Ever looked at your bank app and thought, “Wait… how did coffee become a recurring subscription?”
That was me last semester. I wasn’t buying designer bags. I was buying little treats—and somehow my “€3 here, €4 there” coffee habit was quietly speed-running my budget. The annoying part? I genuinely love coffee. The cozy walk. The five-minute break between lectures. The tiny moment of being a person.
So I tried a different goal: cap the spending without quitting the ritual.
And honestly, it worked way better than the “I’ll stop buying coffee forever” fantasy.
First: a reality check (not a guilt trip)
Coffee is one of those things where you’re not “bad with money,” you’re just living in the real world where it’s easy to buy.
Also: you’re not alone. The National Coffee Association reported that 66% of American adults drink coffee each day (Fall 2025 National Coffee Data Trends). Source: NCA Newsroom. And 82% drank coffee at home, which made me feel less “uncultured” about making my own sometimes. Same source.
One more helpful number (because my brain loves a boundary): Mayo Clinic says, “Up to 400 milligrams (mg) of caffeine a day seems safe for most adults.” Source: Mayo Clinic.
Not financial advice, not health advice—just context so we can be a little more intentional.
The method that finally clicked: “Out-of-home coffee has a budget”
My mistake was treating café coffee as part of “life.” Like oxygen. Like rent.
Instead, I started treating out-of-home coffee (café, bakery, train station, campus coffee bar) as its own category with a cap. Home coffee stays in groceries.
Here are the mini-experiments I actually tried:
Mini-experiment 1: The “2 paid coffees” rule (weekly)
Pick a number that doesn’t make you sad. For me, it was two café coffees per week.
- One is a “social coffee” (friend catch-up, study break).
- One is a “dopamine coffee” (when I’m dragging).
Everything else becomes: homemade, office machine, or “I’ll drink it later” coffee.
What surprised me: I didn’t miss café coffee every day—I missed the break. So I kept the break and swapped the drink.
Mini-experiment 2: One “default order”
I used to freestyle my order based on mood, which is cute until mood = “add oat milk and syrup and whatever makes me feel okay.”
So I picked a default:
- small cappuccino (or americano + milk—whatever you like)
- no extras unless it’s one of my two weekly coffees
Less decision fatigue, fewer accidental upgrades.

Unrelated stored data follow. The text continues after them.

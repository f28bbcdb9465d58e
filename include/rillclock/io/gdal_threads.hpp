#pragma once

#include <optional>

namespace rillclock {

/// How many threads GDAL's own variable, GDAL_NUM_THREADS, asks for; none where it is not set, names no number from 1 to 1024, or is
/// ALL_CPUS.
[[nodiscard]] std::optional<unsigned> gdal_threads();

/// While it lives, GDAL packs blocks on so many threads, where GDAL_NUM_THREADS is not set. Not to be made by two threads at a time.
class GdalThreadLimit {
public:
    explicit GdalThreadLimit(unsigned threads);
    GdalThreadLimit(const GdalThreadLimit&) = delete;
    GdalThreadLimit& operator=(const GdalThreadLimit&) = delete;
    ~GdalThreadLimit();

private:
    bool is_set_ = false;
};

}  // namespace rillclock
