#pragma once

#include <optional>
#include <string>
#include <string_view>

namespace rillclock {

/// A unit of length, as a file or a study names it.
struct LengthUnit {
    std::string name = "metre";    ///< "metre", "foot", "US survey foot", or as the file says
    double metres_per_unit = 1.0;  ///< exact for the three named

    [[nodiscard]] bool is_metre() const { return metres_per_unit == 1.0; }
    /// The international or the US survey foot.
    [[nodiscard]] bool is_foot() const;
    /// Whether two units cannot both be meant: they differ by more than a hundred-thousandth. The two feet, 2 parts in
    /// a million apart, do not contradict each other: many files say "ft" for either.
    [[nodiscard]] bool contradicts(const LengthUnit& other) const;
};

/// The unit a text names: "m", "metres", "ft", "feet", "us survey ft", "ftUS", "cm" and the like, in any case. None
/// where the text is not known.
[[nodiscard]] std::optional<LengthUnit> length_unit_named(std::string_view text);

/// The unit of so many metres, with its usual name. Factors within 1e-9 of a known unit are taken as that unit exactly.
[[nodiscard]] LengthUnit length_unit_of(double metres_per_unit, const std::string& name);

}  // namespace rillclock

Mini-experiment 3: The “coffee window” (to avoid the 4pm panic buy)
When I pushed caffeine too late, I slept worse, then needed more coffee the next day. A tired little cycle.

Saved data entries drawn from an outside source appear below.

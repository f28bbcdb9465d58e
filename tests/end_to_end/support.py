"""What the end-to-end tests share: running the command, and writing small rasters, books, points and studies."""
import csv
import hashlib
import json
import os
import pathlib
import resource
import shutil
import subprocess
import tempfile
import unittest

import numpy as np
from osgeo import gdal, ogr, osr

gdal.UseExceptions()
ogr.UseExceptions()

SOURCE = pathlib.Path(__file__).resolve().parents[2]
COMMAND = os.environ.get("RILLCLOCK_COMMAND") or str(SOURCE / "build/dev/rillclock")
VERIFY = SOURCE / "tests/reference/python/verify_result.py"
FOOT, INCH = 0.3048, 0.0254
ISOCHRONES = 'isochrones = "10 min"\n'   # as the demo's study states them

BOOK = """code,name,n_typical,shallow_type,water_depth_m,source
1,Grass,0.24,grassed waterway,,test
2,Street,0.011,pavement,,test
3,Wood,0.4,contour crops or woodland,,test
4,Pond,,,1.5,test
"""


RUNS = {}   # what CommandTest.repeated has run, by words and files
DEMOS = {}  # what DemoTest has run, by what is in its study
RUNS_FOLDER = tempfile.TemporaryDirectory(prefix="rillclock-runs-")


def system_of(code):
    """A reference system by its EPSG number or by a text that defines it."""
    system = osr.SpatialReference()
    system.SetFromUserInput(f"EPSG:{code}" if isinstance(code, int) else code)
    system.SetAxisMappingStrategy(osr.OAMS_TRADITIONAL_GIS_ORDER)
    return system


def write_raster(path, values, cell=2.0, corner=(500_000.0, 5_400_000.0), epsg=25832, kind=gdal.GDT_Float64, nodata=None,
                 unit="m", scale=None, offset=None, south_up=False, transform=None, options=()):
    """A GeoTIFF of one band or, where `values` has three axes, of several; row 0 of `values` is the northern one."""
    bands = values[np.newaxis] if values.ndim == 2 else values
    width, height = (cell, cell) if np.isscalar(cell) else cell
    _, rows, columns = bands.shape
    file = gdal.GetDriverByName("GTiff").Create(str(path), columns, rows, len(bands), kind, list(options))
    left, top = corner
    file.SetGeoTransform(transform or ((left, width, 0, top - rows * height, 0, height) if south_up
                                       else (left, width, 0, top, 0, -height)))
    if epsg:
        file.SetProjection(system_of(epsg).ExportToWkt())
    for number, band_values in enumerate(bands, 1):
        band = file.GetRasterBand(number)
        band.WriteArray(band_values[::-1] if south_up else band_values)
        if nodata is not None:
            band.SetNoDataValue(nodata)
        if unit:
            band.SetUnitType(unit)
        if scale is not None:
            band.SetScale(scale)
            band.SetOffset(offset or 0.0)
    file.FlushCache()
    return path


def write_points(path, points, epsg=25832):
    """GeoJSON of named places, {"name": (x, y)} or a list of pairs, in the given system."""
    to_wgs84 = osr.CoordinateTransformation(system_of(epsg), system_of(4326))
    features = []
    for name, (x, y) in points:
        longitude, latitude, _ = to_wgs84.TransformPoint(x, y)
        features.append({"type": "Feature", "properties": {"name": name},
                         "geometry": {"type": "Point", "coordinates": [longitude, latitude]}})
    pathlib.Path(path).write_text(json.dumps({"type": "FeatureCollection", "features": features}))


def hills(rows=40, columns=50, seed=3, relief=8.0):
    """Ground that falls to the south with hills on it; no two cells are level."""
    random = np.random.default_rng(seed)
    y, x = np.mgrid[0:rows, 0:columns]
    ground = 100 + relief * np.sin(x / 7.0) * np.cos(y / 9.0) - 0.5 * y + random.random((rows, columns)) * 0.05
    return np.round(ground, 3)


def table(path):
    with open(path, encoding="utf-8", newline="") as file:
        return list(csv.DictReader(file))


def within_address_space(size):
    """Options of a process with so many bytes of address space."""
    return {"preexec_fn": lambda: resource.setrlimit(resource.RLIMIT_AS, (size, size))}


def starts_within(size):
    """Whether the command starts within so many bytes of address space. The sanitizers take more than any limit of use."""
    return subprocess.run([COMMAND, "--version"], capture_output=True, check=False, **within_address_space(size)).returncode == 0


def class_folder(test_class, name):
    """A folder for all tests of a class."""
    folder = pathlib.Path(tempfile.mkdtemp(prefix=f"rillclock-{name}-"))
    test_class.addClassCleanup(shutil.rmtree, folder, ignore_errors=True)
    return folder


def demo_town(town, with_isochrones=False):
    """The demo in the folder `town`. Its isochrones take as long as all the rest of its run: tests have them where they look at them."""
    subprocess.run([COMMAND, "demo", town], check=True, capture_output=True)
    if not with_isochrones:
        study = pathlib.Path(town) / "study.toml"
        text = study.read_text()
        assert ISOCHRONES in text
        study.write_text(text.replace(ISOCHRONES, ""))


class CommandTest(unittest.TestCase):
    """A test with a folder of its own, in which the command runs."""

    def setUp(self):
        self.folder = pathlib.Path(tempfile.mkdtemp(prefix="rillclock-test-"))
        self.addCleanup(shutil.rmtree, self.folder, ignore_errors=True)

    def rillclock(self, *words, **options):
        options = {"cwd": self.folder, "capture_output": True, "text": True, "check": False, "timeout": 120} | options
        return subprocess.run([COMMAND, *map(str, words)], **options)

    def done(self, *words, **options):
        """Runs what must succeed; gives its standard output."""
        run = self.rillclock(*words, **options)
        self.assertEqual(run.returncode, 0, run.stderr)
        return run.stdout

    def repeated(self, *words):
        """As `rillclock`, for what many tests of a file begin with: the same words over the same files are run once, and what they left is
        put there again."""
        files = [path for path in sorted(self.folder.rglob("*")) if path.is_file()]
        key = (words, *((str(path.relative_to(self.folder)), hashlib.sha256(path.read_bytes()).digest()) for path in files))
        if key not in RUNS:
            kept = pathlib.Path(RUNS_FOLDER.name) / str(len(RUNS))
            RUNS[key] = self.rillclock(*words), kept
            shutil.copytree(self.folder, kept)
        run, kept = RUNS[key]
        shutil.copytree(kept, self.folder, dirs_exist_ok=True)
        self.assertEqual(run.returncode, 0, run.stderr)
        return run

    def refused(self, status, *words, says=(), **options):
        """Runs what must fail with a status and one clear sentence that holds all of `says`; leaves no result behind."""
        run = self.rillclock(*words, **options)
        self.assertEqual(run.returncode, status, run.stdout + run.stderr)
        self.assertEqual(run.stdout, "")
        sentence = run.stderr.strip().splitlines()[-1]
        self.assertTrue(sentence.startswith("rillclock: "), run.stderr)
        for part in says:
            self.assertIn(part, sentence)
        self.assertNotIn("ERROR", sentence)
        self.assert_nothing_left()
        return sentence

    def assert_nothing_left(self, folder=None):
        leavings = [p.name for p in (folder or self.folder).iterdir() if "making" in p.name or "lock" in p.name or "aside" in p.name]
        self.assertEqual(leavings, [])

    def ground(self, name="dem.tif", values=None, **options):
        return write_raster(self.folder / name, hills() if values is None else values, **options)

    def cover(self, name="cover.tif", values=None, **options):
        codes = np.ones((40, 50), np.uint8) if values is None else values
        return write_raster(self.folder / name, codes, **({"kind": gdal.GDT_Byte, "unit": None} | options))

    def book(self, text=BOOK):
        (self.folder / "book.csv").write_text(text)

    def small_study(self):
        """Ground, cover and book in the test's folder; the words that run them."""
        self.ground()
        self.cover()
        self.book()
        return ["--elevation", "dem.tif", "--cover", "cover.tif", "--book", "book.csv", "--rain", "90 mm"]

    def run_with_pond(self):
        """Runs the small study with open water in its middle, class 4 on level ground."""
        self.small_study()
        ground = hills()
        ground[15:25, 15:35] = ground[15:25, 15:35].min()
        self.ground(values=ground)
        codes = np.ones(ground.shape, np.uint8)
        codes[15:25, 15:35] = 4
        self.cover(values=codes)
        self.done("run", "--elevation", "dem.tif", "--cover", "cover.tif", "--book", "book.csv", "--rain", "3.6 in")

    def result(self, folder="result"):
        return json.loads((self.folder / folder / "result.json").read_text(encoding="utf-8"))


class DemoTest(CommandTest):
    """The demo, run once for all tests of a file that have the same study, in `kept`, which no test changes; with what a class adds to it."""

    more = ""
    with_isochrones = False

    @classmethod
    def setUpClass(cls):
        key = (cls.more, cls.with_isochrones)
        if key not in DEMOS:
            kept = pathlib.Path(RUNS_FOLDER.name) / f"demo-{len(DEMOS)}"
            kept.mkdir()
            demo_town(kept / "town", cls.with_isochrones)
            plain = (kept / "town/study.toml").read_text()
            (kept / "town/study.toml").write_text(plain + cls.more)
            DEMOS[key] = kept, plain, subprocess.run([COMMAND, "run", "town/study.toml"], cwd=kept, check=True, capture_output=True, text=True)
        cls.kept, cls.plain, cls.said = DEMOS[key]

So I tried a simple window: coffee before early afternoon, then switch to decaf/tea/water. The Mayo Clinic caffeine guideline helped me set a sane upper limit without turning it into a morality play. Source: Mayo Clinic.

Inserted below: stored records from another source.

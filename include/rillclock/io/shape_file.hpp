#pragma once

#include <filesystem>
#include <optional>
#include <span>
#include <string>
#include <string_view>
#include <vector>

#include "rillclock/core/notice.hpp"
#include "rillclock/io/reference_system.hpp"
#include "rillclock/raster/grid_shapes.hpp"

namespace rillclock {

/// What a file of shapes may hold; the others in it are left out with a notice.
enum class ShapeKinds { lines, points_and_polygons, polygons };

/// Shapes of a file in the target's coordinates, in the order of the file. A feature of several parts gives a shape a part.
struct ShapeFile {
    std::vector<Line> lines;
    std::vector<Place> points;
    std::vector<Polygon> polygons;
    std::vector<std::size_t> feature_of_line;   ///< number of each line's feature in the file, from 1
    std::vector<std::vector<std::optional<double>>> numbers;   ///< of each line: the asked fields; none where absent or empty
    std::vector<std::size_t> feature_of_polygon;   ///< number of each polygon's feature in the file, from 1
    std::vector<std::string> polygon_texts;   ///< of the field that was asked for, by polygon; empty where a feature has none
    std::size_t features = 0;   ///< of which at least one shape was taken
    Notices notices;
};

/// What is wanted of a file of shapes.
struct ShapeWish {
    std::string role;                         ///< names the file in messages: "channels"
    ShapeKinds kinds = ShapeKinds::lines;
    std::optional<std::string> layer = {};    ///< needed only where the file has several
    std::string layer_key;                    ///< of the study file, which says the layer: "channels_layer"
    /// Fields whose numbers are wanted of each line; a file may lack them.
    std::span<const std::string> fields = {};
    /// Field whose text is wanted of every polygon; none where empty.
    std::string text_field = {};
    /// In place of that: the first of these fields that the file has; it may have none.
    std::span<const std::string_view> usual_text_fields = {};
};

/// Reads the lines, or the points and polygons, of any vector format that lies on the disk (a file, a folder that is one data set, a
/// zip archive that holds one) and any reference system. Nothing is fetched that a file names elsewhere. Curves are made of short straight lines,
/// heights and measures are dropped.
///
/// Features of another type, without a shape, with corners that are not finite or that have no image in `target` are left out, one
/// notice each. Throws Error (inputs) where the file cannot be read, has several layers and none is asked for, or not that
/// one, its reference system is missing, a field holds no numbers, there is no `text_field`, or it holds no shape that can be used.
[[nodiscard]] ShapeFile read_shapes(const std::filesystem::path& path, const ShapeWish& wish, const ReferenceSystem& target);

}  // namespace rillclock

Try this in 10 minutes (seriously)
Do this once and you’ll immediately see where the money is going:
- Open your banking app (or a tracker like Monee—no pressure, it just made my spending patterns visible).
- Search “coffee” and your top 2 café names.
- Filter to last 30 days.
- Count:
- number of transactions
- total spent
- Now pick your cap for next week:
- either a transaction cap (e.g., 2 café coffees)
- or a money cap (e.g., €10/week)
The goal is not perfection. The goal is “I’m choosing this,” not “this keeps happening to me.”
My “good enough” coffee setup (so I don’t feel deprived)
I learned I need two things: caffeine + cozy.
- A reusable cup (makes homemade coffee feel like “real coffee”)
- Instant coffee I actually like or a basic moka pot/French press
- One ‘treat’ add-on at home (cinnamon, frothed milk, cocoa powder—something small)
- Emergency caffeine for campus days (a little thermos has saved me from so many impulse buys)
And I stopped pretending I’ll become the kind of person who weighs beans at 7:00 a.m. Love that for other people. Not for me.
What I wish I knew earlier
Capping coffee spending isn’t about becoming a monk. It’s about protecting the parts of student life that are already expensive.
If coffee is one of the few daily joys you have right now, keep it. Just give it a container. A cap. A “this is enough” line that makes future-you feel safer.
Small wins count. Especially the boring ones.